Dear all, first of all many thanks for all your comments and input. Super useful & motivating.

Using that input we have come to a design and are currently awaiting the first prototypes. Here is an overview of the specifications and an image showing how its connected.

Welcome to put in comments. Have a good weekend. Matthijs


  • A total of 4 analog input channels.
  • All channels are configurable in software to measure either 0-10V or 4-20mA.
  • Channel 1 and 2 include a built-in 24V power supply to power the sender. This power supply is an (isolated) boost converter, boosting the 5V from the USB to 24V.
  • Channel 3 and 4 do not. But there is an extra connector to facilitate easy wiring of a power supply to senders connected to those inputs.
  • All channels feature an internal 20mA self-resetting fuse
  • All channels are protected: accidentally selecting the wrong input type will not break the analog input module nor the sensor.
  • The USB is galvanically isolated from the analog side.

And the reason to power two sensors with a built-in power supply and two with an external one are cost (powering more than two sensors would significantly increase the cost), as well as offer maximum flexibility.

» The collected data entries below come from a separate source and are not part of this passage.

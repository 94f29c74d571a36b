import request from 'supertest'
import { afterAll, beforeAll, describe, expect, it } from 'vitest'
import { makeTeam, TEST_PASSWORD, uniqueEmail } from '../support/factories.js'
import { waitForMail } from '../support/mailbox.js'
import { ELIGIBLE_ANSWERS, HELP_SEEKING_ANSWERS, openRecruitment, TOO_YOUNG_ANSWERS } from '../support/recruitment.js'
import { Client, createTestContext, type TestContext } from '../support/test-app.js'

let ctx: TestContext
let team: Awaited<ReturnType<typeof makeTeam>>
let lead: Client
beforeAll(async () => {
  // a generous limit here; the limit itself is tested with its own app below
  ctx = await createTestContext({ PUBLIC_ENQUIRIES_PER_HOUR: '500' })
  team = await makeTeam(ctx.dataSource)
  lead = new Client(ctx.app)
  await lead.signIn(team.users.lead.email, TEST_PASSWORD)
  await openRecruitment(lead, team.study.id)
  await ctx.startMailWorker()
})
afterAll(() => ctx?.close())

function enquiry(answers: object, email = uniqueEmail('public'), extra: object = {}) {
  return {
    answers,
    contact: { name: 'Sam Public', email, phone: '', country: 'Canada', timeZone: 'America/Vancouver' },
    consentToContact: true,
    ...extra,
  }
}

async function submit(body: object, app = ctx.app, code = team.study.code) {
  const client = new Client(app)
  await client.refreshCsrf()
  return client.post(`/api/public/studies/${code.toLowerCase()}/enquiries`, body)
}

describe('public study page', () => {
  it('shows the study, who can take part and the current questions without signing in', async () => {
    const res = await request(ctx.app).get(`/api/public/studies/${team.study.code}`)
    expect(res.status).toBe(200)
    expect(res.body).toMatchObject({ code: team.study.code, recruiting: true })
    expect(res.body.questionnaire.questions.map((q: { id: string }) => q.id)).toContain('age')
    expect(JSON.stringify(res.body)).not.toMatch(/@|lead/i)
    expect((await request(ctx.app).get('/api/public/studies/NOPE-123')).status).toBe(404)
  })

  it('answers each outcome kindly and queues an acknowledgement without the answers in it', async () => {
    const eligibleEmail = uniqueEmail('eligible')
    const eligible = await submit(enquiry(ELIGIBLE_ANSWERS, eligibleEmail))
    expect(eligible.status).toBe(201)
    expect(eligible.body).toEqual({ outcome: 'eligible', studyTitle: team.study.title, resources: [] })

    const helpEmail = uniqueEmail('help')
    const help = await submit(enquiry(HELP_SEEKING_ANSWERS, helpEmail))
    expect(help.body.outcome).toBe('help_seeking')
    expect(help.body.resources.map((r: { title: string }) => r.title)).toContain('Regional stroke support line')

    const young = await submit(enquiry(TOO_YOUNG_ANSWERS))
    expect(young.body.outcome).toBe('not_eligible')

    const helpMail = await waitForMail(helpEmail, /Thank you for contacting/)
    expect(helpMail.text).toMatch(/contact your own doctor, nurse or care provider/)
    expect(helpMail.text).toMatch(/stroke-support\.example\.org/)
    const eligibleMail = await waitForMail(eligibleEmail, /Thank you for contacting/)
    expect(eligibleMail.text).toMatch(/Someone from the study team will contact you/)
    expect(eligibleMail.text).not.toMatch(/spring|54|coast/i) // none of the person's answers

    const rows = (await lead.get(`/api/studies/${team.study.id}/participants?source=public_page&pageSize=100`)).body.participants
    const helpRow = rows.find((r: { contact: { email: string } }) => r.contact.email === helpEmail)
    expect(helpRow).toMatchObject({ status: 'not_eligible', helpSeeking: true })
    const detail = (await lead.get(`/api/studies/${team.study.id}/participants/${helpRow.id}`)).body
    expect(detail.timeline.map((e: { kind: string }) => e.kind)).toEqual(['enquiry', 'screening', 'email'])
  })

  it('refuses missing answers, numbers out of range, future dates and unknown questions, saving nothing', async () => {
    const before = (await lead.get(`/api/studies/${team.study.id}/participants`)).body.total
    const tomorrow = new Date(Date.now() + 86_400_000).toISOString().slice(0, 10)
    const bad = await submit(enquiry({ ...ELIGIBLE_ANSWERS, age: 140, discharge_date: tomorrow, region: undefined, sneaky: 'x' }))
    expect(bad.status).toBe(400)
    const paths = bad.body.errors.map((e: { path: string }) => e.path).sort()
    expect(paths).toEqual(['answers.age', 'answers.discharge_date', 'answers.region', 'answers.sneaky'])
    const noContact = await submit({ ...enquiry(ELIGIBLE_ANSWERS), contact: { name: 'Nobody', email: '', phone: '' } })
    expect(noContact.status).toBe(400)
    expect(noContact.body.errors[0].path).toBe('contact.email')
    const noConsent = await submit({ ...enquiry(ELIGIBLE_ANSWERS), consentToContact: false })
    expect(noConsent.status).toBe(400)
    const huge = await submit(enquiry({ ...ELIGIBLE_ANSWERS, anything_else: 'x'.repeat(2001) }))
    expect(huge.status).toBe(400)
    expect((await lead.get(`/api/studies/${team.study.id}/participants`)).body.total).toBe(before)
    const [{ seq }] = await ctx.dataSource.query('SELECT participant_sequence AS seq FROM studies WHERE id = $1', [team.study.id])
    expect(seq).toBe(before)
  })

  it('keeps script in answers as plain text', async () => {
    const email = uniqueEmail('script')
    const answers = { ...ELIGIBLE_ANSWERS, anything_else: '<img src=x onerror=alert(1)>{{constructor.constructor("x")()}}' }
    expect((await submit(enquiry(answers, email))).status).toBe(201)
    const row = (await lead.get(`/api/studies/${team.study.id}/participants?search=${encodeURIComponent(email)}`)).body.participants[0]
    const detail = (await lead.get(`/api/studies/${team.study.id}/participants/${row.id}`)).body
    expect(detail.screenings[0].answers.anything_else).toBe(answers.anything_else)
  })

  it('quietly keeps nothing when the hidden honeypot field is filled', async () => {
    const before = (await lead.get(`/api/studies/${team.study.id}/participants`)).body.total
    const res = await submit(enquiry(ELIGIBLE_ANSWERS, uniqueEmail('robot'), { website: 'http://spam.example' }))
    expect(res.status).toBe(201)
    expect((await lead.get(`/api/studies/${team.study.id}/participants`)).body.total).toBe(before)
  })

  it('gives twenty concurrent submissions the next pseudonyms with no gap and no duplicate', async () => {
    const fresh = await createTestContext({ PUBLIC_ENQUIRIES_PER_HOUR: '500' })
    try {
      const t = await makeTeam(fresh.dataSource)
      const l = new Client(fresh.app)
      await l.signIn(t.users.lead.email, TEST_PASSWORD)
      await openRecruitment(l, t.study.id)
      const results = await Promise.all(Array.from({ length: 20 }, () => submit(enquiry(ELIGIBLE_ANSWERS), fresh.app, t.study.code)))
      expect(results.map((r) => r.status)).toEqual(Array(20).fill(201))
      const list = (await l.get(`/api/studies/${t.study.id}/participants?pageSize=100`)).body.participants
      const pseudonyms = list.map((p: { pseudonym: string }) => p.pseudonym).sort()
      expect(pseudonyms).toEqual(Array.from({ length: 20 }, (_, i) => `P${String(i + 1).padStart(2, '0')}`))
    } finally {
      await fresh.close()
    }
  })

  it('refuses a closed study and limits submissions per address', async () => {
    const limited = await createTestContext({ PUBLIC_ENQUIRIES_PER_HOUR: '2' })
    try {
      const t = await makeTeam(limited.dataSource)
      const l = new Client(limited.app)
      await l.signIn(t.users.lead.email, TEST_PASSWORD)
      await openRecruitment(l, t.study.id)
      expect((await submit(enquiry(ELIGIBLE_ANSWERS), limited.app, t.study.code)).status).toBe(201)
      expect((await submit(enquiry(ELIGIBLE_ANSWERS), limited.app, t.study.code)).status).toBe(201)
      const third = await submit(enquiry(ELIGIBLE_ANSWERS), limited.app, t.study.code)
      expect(third.status).toBe(429)
      expect(third.body.detail).toMatch(/try again in an hour/)
      await l.patch(`/api/studies/${t.study.id}/recruitment-settings`, { recruiting: false })
      expect((await request(limited.app).get(`/api/public/studies/${t.study.code}`)).body.recruiting).toBe(false)
    } finally {
      await limited.close()
    }
    await lead.patch(`/api/studies/${team.study.id}/recruitment-settings`, { recruiting: false })
    const closed = await submit(enquiry(ELIGIBLE_ANSWERS))
    expect(closed.status).toBe(409)
    expect(closed.body.detail).toMatch(/not taking new enquiries/)
    await lead.patch(`/api/studies/${team.study.id}/recruitment-settings`, { recruiting: true })
  })
})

Note that when needed, a customer is free to not use the built-in power supply at all and power all four inputs from another source.

To minimize power draw, one *could* look into powering the senders on an interval, for example only once a minute. Which could reduce power draw significantly. But we decided against such feature. It would add complexity & more integration with the tank senders: who knows on which that will work OK, and which not.

Channel labelling:

  • Vout - Power supply to sensor
  • In - Analog input. For current sensors this is the return path, and for voltage sensors this is the analog input.
  • GND - Ground. Use for Voltage sensors only.

Configuration options:

  • Select between 0 to 10V and 4 to 20mA
  • Min & max levels are configurable (to accomodate a 0 to 5V sender, or 2 to 8V senders, for example)
  • For 4-20mA sensors, an alarm will sound when the loop is broken

Connection overview

Note that the connected sensors are just examples. One can ofcourse also use 4-20mA senders only, or only voltage outputting senders.

1591367287073.png (103.7 KiB)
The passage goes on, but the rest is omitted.